The Google Apps Script measures the processing time of different parts using console.time and console.timeEnd. The log data shows the execution time of different labels, indicating that label2 took 1001ms, label3 took 1511ms, and label1 took 2515ms. The script measures the time of each iteration in the loop using label4_i, but these measurements are not useful for identifying performance issues since each iteration has different sleep durations. The script unnecessarily measures the time of label4a within the loop, which is not a meaningful measurement for overall performance. The script could be improved by focusing on measuring the time of relevant sections and removing redundant measurements.
When the evaluation is generated from sampleFunction2
, please modify const functionName = "sampleFunction1";
to const functionName = "sampleFunction2";
. By this, the following result is obtained.
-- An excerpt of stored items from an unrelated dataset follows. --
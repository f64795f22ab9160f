import { expect, type Locator, type Page } from '@playwright/test';

/** The group's queue at /groups/[slug]/spectra. */
export class SpectraQueuePage {
  readonly table: Locator;
  readonly newButton: Locator;
  readonly search: Locator;
  readonly status: Locator;
  readonly verdict: Locator;

  constructor(private readonly page: Page) {
    const main = page.locator('main');
    this.table = main.getByTestId('spectra-table');
    this.newButton = main.getByTestId('new-spectrum');
    this.search = main.getByTestId('queue-search');
    this.status = main.getByTestId('queue-status');
    this.verdict = main.getByTestId('queue-verdict');
  }

  async goto(slug: string, query = '') {
    await this.page.goto(`/groups/${slug}/spectra${query}`);
    await expect(this.page.locator('main').getByTestId('spectra-queue')).toBeVisible();
  }

  row(id: string) {
    return this.page.getByTestId(`spectrum-row-${id}`);
  }

  /** The titles of the rows in table order. */
  titles() {
    return this.table.getByTestId('spectrum-link').allTextContents();
  }

  sortBy(column: 'title' | 'status' | 'verdict' | 'updated') {
    return this.table.getByTestId(`sort-${column}`).click();
  }

  header(column: string) {
    return this.table.locator('th').filter({ has: this.page.getByTestId(`sort-${column}`) });
  }
}
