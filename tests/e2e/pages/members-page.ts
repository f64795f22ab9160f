import { expect, type Locator, type Page } from '@playwright/test';

export class MembersPage {
  readonly table: Locator;
  readonly inviteEmail: Locator;
  readonly inviteRole: Locator;
  readonly inviteSubmit: Locator;
  readonly inviteResult: Locator;

  constructor(private readonly page: Page) {
    this.table = page.getByTestId('members-table');
    this.inviteEmail = page.getByTestId('invite-email');
    this.inviteRole = page.getByTestId('invite-role');
    this.inviteSubmit = page.getByTestId('invite-submit');
    this.inviteResult = page.locator('main').getByTestId('invite-result');
  }

  async goto(slug: string) {
    await this.page.goto(`/groups/${slug}/members`);
    await expect(this.table).toBeVisible();
  }

  row(email: string) {
    return this.page.getByTestId(`member-${email}`);
  }

  async changeRole(email: string, role: string) {
    const row = this.row(email);
    await row.getByTestId('role-select').selectOption(role);
    await row.getByTestId('role-save').click();
    await expect(row.getByTestId('role-result')).toContainText(`is now ${role}`);
  }

  async remove(email: string) {
    const row = this.row(email);
    await row.getByTestId('remove-member').click();
    await row.getByTestId('confirm-remove').click();
    await expect(row).toHaveCount(0);
  }

  async invite(email: string, role: string) {
    await this.inviteEmail.fill(email);
    await this.inviteRole.selectOption(role);
    await this.inviteSubmit.click();
    await expect(this.inviteResult).toContainText(email);
  }
}
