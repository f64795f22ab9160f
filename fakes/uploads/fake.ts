import http, { type IncomingMessage, type ServerResponse } from 'node:http';
import type { AddressInfo } from 'node:net';
import { postHook, type HookAnswer, type HookDelivery } from './callback-sender';
import { DEFAULT_TIMEOUTS, type ResolvedOptions, type UploadFakeOptions } from './config';
import type { FakeContext } from './context';
import { handleFileGet } from './file-routes';
import { CORS_HEADERS, HttpError, drain, sendJson } from './http-util';
import { handleCallbackResult, handleRouteMetadata } from './ingest-routes';
import { handlePresignedHead, handlePresignedPut } from './ingest-put';
import { Registry } from './registry';
import { sign } from './signing';
import { FileStore } from './storage';
import { handleUtApi } from './utapi-routes';

export interface UploadFake {
  /** `http://127.0.0.1:<port>`: use it for UPLOADTHING_INGEST_URL and UPLOADTHING_API_URL. */
  url: string;
  port: number;
  store: FileStore;
  /** Every hook sent (callbacks and error hooks), oldest first. */
  hooks: readonly HookDelivery[];
  /** The last `uploadthing-hook: callback` sent, if any. */
  lastCallback(): HookDelivery | undefined;
  /** Sends the last callback again, byte for byte and correctly signed, straight to the app. */
  replayLastCallback(): Promise<HookAnswer>;
  /** Sends a callback (by default the last one) with a signature made with the wrong key. */
  sendForgedCallback(delivery?: HookDelivery): Promise<HookAnswer>;
  close(): Promise<void>;
}

function route(ctx: FakeContext, req: IncomingMessage, res: ServerResponse): Promise<void> {
  const path = new URL(req.url ?? '/', 'http://x').pathname;
  const method = req.method ?? 'GET';
  if (method === 'OPTIONS') {
    res.writeHead(204, CORS_HEADERS).end();
    return Promise.resolve();
  }
  if (method === 'POST' && path === '/route-metadata') return handleRouteMetadata(ctx, req, res);
  if (method === 'POST' && path === '/callback-result') return handleCallbackResult(ctx, req, res);
  const v6 = /^\/v6\/([A-Za-z]+)$/.exec(path);
  if (method === 'POST' && v6) return handleUtApi(ctx, req, res, v6[1]);
  const file = /^\/f\/([^/]+)$/.exec(path) ?? /^\/a\/([^/]+)\/([^/]+)$/.exec(path);
  if ((method === 'GET' || method === 'HEAD') && file) {
    if (file.length === 3 && file[1] !== ctx.opts.appId) throw new HttpError(404, `unknown app "${file[1]}"`);
    return handleFileGet(ctx, req, res, file[file.length - 1]);
  }
  if (/^\/[^/]+$/.test(path)) {
    if (method === 'HEAD') return handlePresignedHead(ctx, req, res);
    if (method === 'PUT') return handlePresignedPut(ctx, req, res);
  }
  throw new HttpError(404, `${method} ${path}: not served by the upload fake`);
}

export async function startUploadFake(options: UploadFakeOptions): Promise<UploadFake> {
  const opts: ResolvedOptions = {
    registrationTimeoutMs: options.registrationTimeoutMs ?? DEFAULT_TIMEOUTS.registrationTimeoutMs,
    callbackTimeoutMs: options.callbackTimeoutMs ?? DEFAULT_TIMEOUTS.callbackTimeoutMs,
    devStreamTimeoutMs: options.devStreamTimeoutMs ?? DEFAULT_TIMEOUTS.devStreamTimeoutMs,
    port: options.port,
    dir: options.dir,
    apiKey: options.apiKey,
    appId: options.appId,
    log: options.log,
  };
  if (!opts.apiKey.startsWith('sk_')) throw new Error('upload fake: apiKey must start with "sk_"');
  const store = new FileStore(opts.dir);
  await store.init();
  const log = (line: string) => opts.log?.(line);
  const registry = new Registry(log);
  let base = '';
  const hooks: HookDelivery[] = [];
  const ctx: FakeContext = { opts, store, registry, hooks, uploading: new Set(), origin: () => base, log };

  // Held PUTs and dev streams outlive Node's default 300 s request timeout.
  const server = http.createServer({ requestTimeout: 0 }, (req, res) => {
    route(ctx, req, res).catch(async (err: unknown) => {
      const status = err instanceof HttpError ? err.status : 500;
      if (status === 500) ctx.log(`${req.method} ${req.url}: ${(err as Error).stack ?? err}`);
      await drain(req);
      sendJson(res, status, { error: err instanceof Error ? err.message : String(err) });
    });
  });
  await new Promise<void>((resolve, reject) => {
    server.once('error', reject);
    server.listen(opts.port, '127.0.0.1', () => resolve());
  });
  const port = (server.address() as AddressInfo).port;
  base = `http://127.0.0.1:${port}`;

  const lastCallback = () => hooks.findLast((h) => h.hook === 'callback');
  const requireLast = () => {
    const last = lastCallback();
    if (!last) throw new Error('upload fake: no callback has been sent yet');
    return last;
  };
  return {
    url: base,
    port,
    store,
    hooks,
    lastCallback,
    replayLastCallback: () => postHook(requireLast(), opts.callbackTimeoutMs),
    sendForgedCallback: (delivery = requireLast()) => {
      const forged = { ...delivery, signature: sign(delivery.body, `${opts.apiKey}-forged`) };
      return postHook(forged, opts.callbackTimeoutMs);
    },
    close: () =>
      new Promise<void>((resolve) => {
        registry.closeAll();
        server.close(() => resolve());
        server.closeAllConnections();
      }),
  };
}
The Google Apps Script has a performance issue. The script takes a significant amount of time to execute due to the long sleep durations and the nested loop. Specifically, the sleep duration in the loop increases with each iteration, leading to an extended execution time. The script also exceeds the maximum execution time. The script can be improved by reducing the sleep duration, restructuring the loop, or using asynchronous functions.
Here, when the line of Export the result by summarizing the generated description within 100 words without a markdown.
is removed from generateEvaluation_
, the detailed evaluation will be generated.
This report outlines a method for exporting logs from Google Apps Script projects to GCP for analysis using the Cloud Logging API. This approach overcomes limitations of in-script logging methods by enabling retrieval of logs after script execution, regardless of success or failure.
Key steps involve:
- Linking a Google Apps Script project to a GCP project.
- Employing the Apps Script API to retrieve a list of currently running processes.
- Leveraging the Cloud Logging API to retrieve logs for the specific function execution based on start and end times.
Sample scripts are provided to demonstrate retrieving logs and parsing them to analyze script process costs. Additionally, a script is included to generate an evaluation of the script using the Gemini API and the retrieved logs.